* _Task details_:
Transcribe word for word the lines below from the line with "lambda p: (self.model(t.wave[u], p)[0]" through the line with "return inverse @", ends included.

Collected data
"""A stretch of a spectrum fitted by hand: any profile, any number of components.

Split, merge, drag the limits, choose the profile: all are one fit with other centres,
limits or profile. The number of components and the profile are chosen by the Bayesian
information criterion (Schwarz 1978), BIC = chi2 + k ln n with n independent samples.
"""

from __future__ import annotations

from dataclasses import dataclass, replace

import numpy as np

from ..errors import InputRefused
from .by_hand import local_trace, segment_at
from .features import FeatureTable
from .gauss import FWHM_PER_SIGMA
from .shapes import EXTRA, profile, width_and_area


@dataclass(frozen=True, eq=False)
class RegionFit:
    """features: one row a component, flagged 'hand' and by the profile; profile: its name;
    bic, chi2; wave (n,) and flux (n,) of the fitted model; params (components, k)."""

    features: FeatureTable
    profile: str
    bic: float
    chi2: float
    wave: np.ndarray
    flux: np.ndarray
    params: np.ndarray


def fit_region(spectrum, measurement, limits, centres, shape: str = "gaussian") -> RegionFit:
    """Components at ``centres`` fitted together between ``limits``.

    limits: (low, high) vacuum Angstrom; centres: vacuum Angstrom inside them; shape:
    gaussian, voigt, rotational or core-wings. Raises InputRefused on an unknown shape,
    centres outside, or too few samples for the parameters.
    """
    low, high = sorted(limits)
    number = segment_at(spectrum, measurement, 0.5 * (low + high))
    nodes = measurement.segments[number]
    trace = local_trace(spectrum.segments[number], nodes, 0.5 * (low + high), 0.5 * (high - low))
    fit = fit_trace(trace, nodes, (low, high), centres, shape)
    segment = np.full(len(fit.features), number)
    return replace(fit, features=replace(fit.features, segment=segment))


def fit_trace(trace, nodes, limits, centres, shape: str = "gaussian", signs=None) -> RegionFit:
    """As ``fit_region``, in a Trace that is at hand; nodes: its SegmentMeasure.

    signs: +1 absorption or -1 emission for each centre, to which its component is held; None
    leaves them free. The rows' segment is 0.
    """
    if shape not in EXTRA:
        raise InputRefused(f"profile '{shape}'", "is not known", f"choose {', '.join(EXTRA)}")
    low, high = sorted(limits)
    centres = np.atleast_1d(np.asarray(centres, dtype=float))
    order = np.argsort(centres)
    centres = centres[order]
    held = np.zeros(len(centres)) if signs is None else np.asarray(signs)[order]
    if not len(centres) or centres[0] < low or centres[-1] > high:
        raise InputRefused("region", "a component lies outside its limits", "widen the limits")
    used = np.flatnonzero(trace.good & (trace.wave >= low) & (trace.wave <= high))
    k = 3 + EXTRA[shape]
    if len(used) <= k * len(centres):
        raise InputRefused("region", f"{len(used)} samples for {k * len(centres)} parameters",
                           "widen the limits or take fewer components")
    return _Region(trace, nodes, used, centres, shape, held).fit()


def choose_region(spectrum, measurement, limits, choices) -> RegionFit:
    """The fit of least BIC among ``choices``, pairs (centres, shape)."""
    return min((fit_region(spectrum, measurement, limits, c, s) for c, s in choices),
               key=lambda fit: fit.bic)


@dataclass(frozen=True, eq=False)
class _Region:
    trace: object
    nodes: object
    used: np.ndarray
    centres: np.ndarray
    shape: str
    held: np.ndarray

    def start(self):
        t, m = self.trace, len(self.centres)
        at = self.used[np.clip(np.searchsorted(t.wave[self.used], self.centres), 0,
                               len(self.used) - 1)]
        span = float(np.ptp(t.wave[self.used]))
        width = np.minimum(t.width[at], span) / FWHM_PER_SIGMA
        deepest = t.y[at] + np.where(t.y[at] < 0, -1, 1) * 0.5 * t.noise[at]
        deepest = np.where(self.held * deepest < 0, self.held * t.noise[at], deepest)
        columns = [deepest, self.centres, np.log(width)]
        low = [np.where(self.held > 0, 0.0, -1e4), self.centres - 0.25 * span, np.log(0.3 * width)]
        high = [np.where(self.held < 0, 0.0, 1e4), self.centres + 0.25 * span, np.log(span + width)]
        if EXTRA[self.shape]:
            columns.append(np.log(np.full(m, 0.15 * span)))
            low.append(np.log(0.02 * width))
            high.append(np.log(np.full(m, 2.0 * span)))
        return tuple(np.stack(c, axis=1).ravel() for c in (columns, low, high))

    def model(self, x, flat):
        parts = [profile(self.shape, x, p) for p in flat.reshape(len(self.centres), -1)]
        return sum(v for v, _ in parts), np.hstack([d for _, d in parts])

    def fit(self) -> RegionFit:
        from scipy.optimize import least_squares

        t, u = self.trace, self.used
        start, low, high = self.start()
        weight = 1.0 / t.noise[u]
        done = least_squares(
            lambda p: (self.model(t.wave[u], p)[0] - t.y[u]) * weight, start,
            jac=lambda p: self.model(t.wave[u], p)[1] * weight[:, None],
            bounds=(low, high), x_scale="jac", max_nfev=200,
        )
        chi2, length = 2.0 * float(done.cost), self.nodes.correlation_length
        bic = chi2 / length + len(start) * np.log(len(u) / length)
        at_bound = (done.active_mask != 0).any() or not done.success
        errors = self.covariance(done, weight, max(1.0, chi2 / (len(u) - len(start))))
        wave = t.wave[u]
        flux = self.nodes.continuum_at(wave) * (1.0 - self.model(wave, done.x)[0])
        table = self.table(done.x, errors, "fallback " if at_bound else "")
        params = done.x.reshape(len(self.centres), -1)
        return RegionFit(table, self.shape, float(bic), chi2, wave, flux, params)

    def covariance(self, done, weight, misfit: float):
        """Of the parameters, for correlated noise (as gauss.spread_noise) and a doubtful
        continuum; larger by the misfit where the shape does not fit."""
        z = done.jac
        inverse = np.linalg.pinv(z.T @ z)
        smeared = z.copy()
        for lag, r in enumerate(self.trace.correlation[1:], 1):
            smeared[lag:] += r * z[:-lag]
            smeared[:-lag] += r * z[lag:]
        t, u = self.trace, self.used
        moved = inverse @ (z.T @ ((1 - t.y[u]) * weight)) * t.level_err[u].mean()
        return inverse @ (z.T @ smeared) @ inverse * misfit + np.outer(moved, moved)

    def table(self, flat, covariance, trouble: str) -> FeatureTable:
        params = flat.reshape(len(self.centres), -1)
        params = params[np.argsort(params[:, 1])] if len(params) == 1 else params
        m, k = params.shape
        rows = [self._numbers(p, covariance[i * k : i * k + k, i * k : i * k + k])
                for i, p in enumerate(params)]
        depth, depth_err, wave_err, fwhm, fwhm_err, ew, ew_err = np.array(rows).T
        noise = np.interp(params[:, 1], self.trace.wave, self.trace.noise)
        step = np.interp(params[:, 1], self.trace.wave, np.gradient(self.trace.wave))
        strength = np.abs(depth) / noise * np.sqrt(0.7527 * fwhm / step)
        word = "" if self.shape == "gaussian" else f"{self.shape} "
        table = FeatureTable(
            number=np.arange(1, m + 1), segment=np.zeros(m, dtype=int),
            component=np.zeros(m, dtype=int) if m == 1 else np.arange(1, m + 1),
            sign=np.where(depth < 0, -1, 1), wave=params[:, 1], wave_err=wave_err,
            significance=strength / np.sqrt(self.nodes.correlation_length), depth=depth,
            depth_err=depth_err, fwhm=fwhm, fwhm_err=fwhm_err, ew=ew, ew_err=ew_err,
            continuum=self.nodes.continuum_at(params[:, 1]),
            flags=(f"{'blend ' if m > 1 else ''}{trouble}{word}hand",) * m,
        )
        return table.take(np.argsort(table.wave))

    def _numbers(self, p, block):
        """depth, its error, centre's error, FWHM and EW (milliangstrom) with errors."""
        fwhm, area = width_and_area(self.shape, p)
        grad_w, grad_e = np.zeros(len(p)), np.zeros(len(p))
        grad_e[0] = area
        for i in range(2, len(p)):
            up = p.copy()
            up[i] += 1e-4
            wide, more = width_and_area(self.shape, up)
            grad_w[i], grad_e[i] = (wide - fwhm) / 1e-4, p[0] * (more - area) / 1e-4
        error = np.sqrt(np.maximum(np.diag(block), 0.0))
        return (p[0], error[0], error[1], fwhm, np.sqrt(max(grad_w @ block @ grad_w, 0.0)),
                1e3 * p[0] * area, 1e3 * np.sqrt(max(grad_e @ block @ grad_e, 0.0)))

--

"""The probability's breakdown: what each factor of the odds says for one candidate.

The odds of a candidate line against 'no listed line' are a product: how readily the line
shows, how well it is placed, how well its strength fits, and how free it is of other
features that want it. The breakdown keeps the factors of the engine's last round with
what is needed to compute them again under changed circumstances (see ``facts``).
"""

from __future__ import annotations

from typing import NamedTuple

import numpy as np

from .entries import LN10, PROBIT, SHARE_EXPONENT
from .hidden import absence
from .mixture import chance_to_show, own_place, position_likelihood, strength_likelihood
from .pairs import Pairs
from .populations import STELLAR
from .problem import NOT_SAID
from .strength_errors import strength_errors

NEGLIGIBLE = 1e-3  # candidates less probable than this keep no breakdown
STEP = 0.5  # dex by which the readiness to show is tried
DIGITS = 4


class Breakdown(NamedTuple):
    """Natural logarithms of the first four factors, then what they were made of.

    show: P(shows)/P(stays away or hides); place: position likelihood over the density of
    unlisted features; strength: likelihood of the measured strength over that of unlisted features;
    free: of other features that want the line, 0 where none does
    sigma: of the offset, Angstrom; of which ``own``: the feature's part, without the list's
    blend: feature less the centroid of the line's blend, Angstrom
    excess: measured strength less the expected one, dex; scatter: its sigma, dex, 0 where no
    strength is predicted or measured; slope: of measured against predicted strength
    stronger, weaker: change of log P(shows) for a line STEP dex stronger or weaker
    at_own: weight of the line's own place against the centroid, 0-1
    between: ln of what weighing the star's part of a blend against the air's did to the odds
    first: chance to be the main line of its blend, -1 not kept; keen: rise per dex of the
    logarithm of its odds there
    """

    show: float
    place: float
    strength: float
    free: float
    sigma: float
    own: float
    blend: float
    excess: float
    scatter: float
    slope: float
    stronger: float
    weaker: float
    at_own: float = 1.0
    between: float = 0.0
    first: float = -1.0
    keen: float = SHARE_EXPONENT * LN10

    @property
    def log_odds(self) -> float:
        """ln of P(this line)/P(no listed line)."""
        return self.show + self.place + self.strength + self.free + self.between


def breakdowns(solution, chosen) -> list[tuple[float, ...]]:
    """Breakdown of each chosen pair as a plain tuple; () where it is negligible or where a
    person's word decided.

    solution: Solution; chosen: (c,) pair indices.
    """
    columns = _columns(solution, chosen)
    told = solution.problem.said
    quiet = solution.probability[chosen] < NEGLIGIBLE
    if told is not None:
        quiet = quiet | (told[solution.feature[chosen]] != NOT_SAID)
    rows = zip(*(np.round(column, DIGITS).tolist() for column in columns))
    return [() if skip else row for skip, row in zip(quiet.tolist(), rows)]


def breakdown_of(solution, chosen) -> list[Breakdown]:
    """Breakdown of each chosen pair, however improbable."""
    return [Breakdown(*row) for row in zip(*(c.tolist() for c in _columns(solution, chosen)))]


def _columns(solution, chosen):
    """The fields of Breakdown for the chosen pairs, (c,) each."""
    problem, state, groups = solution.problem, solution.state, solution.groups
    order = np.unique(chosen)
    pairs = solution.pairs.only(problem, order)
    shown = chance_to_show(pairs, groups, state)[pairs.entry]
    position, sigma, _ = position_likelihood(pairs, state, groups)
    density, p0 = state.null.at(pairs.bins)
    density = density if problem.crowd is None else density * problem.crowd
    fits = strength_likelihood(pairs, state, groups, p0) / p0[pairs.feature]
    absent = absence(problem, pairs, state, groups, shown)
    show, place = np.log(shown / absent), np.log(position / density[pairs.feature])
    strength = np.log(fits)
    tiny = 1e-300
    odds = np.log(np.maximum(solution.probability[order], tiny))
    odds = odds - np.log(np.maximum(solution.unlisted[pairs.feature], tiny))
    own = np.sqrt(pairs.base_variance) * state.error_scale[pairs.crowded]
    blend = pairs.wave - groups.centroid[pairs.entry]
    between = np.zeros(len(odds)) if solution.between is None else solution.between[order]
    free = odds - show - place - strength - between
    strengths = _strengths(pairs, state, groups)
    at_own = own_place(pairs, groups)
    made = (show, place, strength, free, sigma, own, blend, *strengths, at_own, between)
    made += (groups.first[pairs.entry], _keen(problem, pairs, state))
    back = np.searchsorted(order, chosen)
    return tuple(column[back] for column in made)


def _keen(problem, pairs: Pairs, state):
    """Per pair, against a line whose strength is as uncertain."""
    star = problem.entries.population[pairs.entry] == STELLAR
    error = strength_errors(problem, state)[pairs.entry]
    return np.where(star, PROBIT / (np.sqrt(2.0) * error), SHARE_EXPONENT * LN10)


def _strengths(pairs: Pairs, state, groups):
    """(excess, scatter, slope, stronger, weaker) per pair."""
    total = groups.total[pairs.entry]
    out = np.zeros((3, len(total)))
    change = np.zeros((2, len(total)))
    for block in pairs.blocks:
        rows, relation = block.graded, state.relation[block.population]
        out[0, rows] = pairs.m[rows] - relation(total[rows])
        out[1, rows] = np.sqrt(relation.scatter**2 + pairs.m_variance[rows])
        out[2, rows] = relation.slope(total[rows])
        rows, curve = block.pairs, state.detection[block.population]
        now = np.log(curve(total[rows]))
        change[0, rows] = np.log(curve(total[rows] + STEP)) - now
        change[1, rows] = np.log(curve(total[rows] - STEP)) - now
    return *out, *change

* _Answer to this problem_:
            lambda p: (self.model(t.wave[u], p)[0] - t.y[u]) * weight, start,
            jac=lambda p: self.model(t.wave[u], p)[1] * weight[:, None],
            bounds=(low, high), x_scale="jac", max_nfev=200,
        )
        chi2, length = 2.0 * float(done.cost), self.nodes.correlation_length
        bic = chi2 / length + len(start) * np.log(len(u) / length)
        at_bound = (done.active_mask != 0).any() or not done.success
        errors = self.covariance(done, weight, max(1.0, chi2 / (len(u) - len(start))))
        wave = t.wave[u]
        flux = self.nodes.continuum_at(wave) * (1.0 - self.model(wave, done.x)[0])
        table = self.table(done.x, errors, "fallback " if at_bound else "")
        params = done.x.reshape(len(self.centres), -1)
        return RegionFit(table, self.shape, float(bic), chi2, wave, flux, params)

    def covariance(self, done, weight, misfit: float):
        """Of the parameters, for correlated noise (as gauss.spread_noise) and a doubtful
        continuum; larger by the misfit where the shape does not fit."""
        z = done.jac
        inverse = np.linalg.pinv(z.T @ z)
        smeared = z.copy()
        for lag, r in enumerate(self.trace.correlation[1:], 1):
            smeared[lag:] += r * z[:-lag]
            smeared[:-lag] += r * z[lag:]
        t, u = self.trace, self.used
        moved = inverse @ (z.T @ ((1 - t.y[u]) * weight)) * t.level_err[u].mean()
        return inverse @ (z.T @ smeared) @ inverse * misfit + np.outer(moved, moved)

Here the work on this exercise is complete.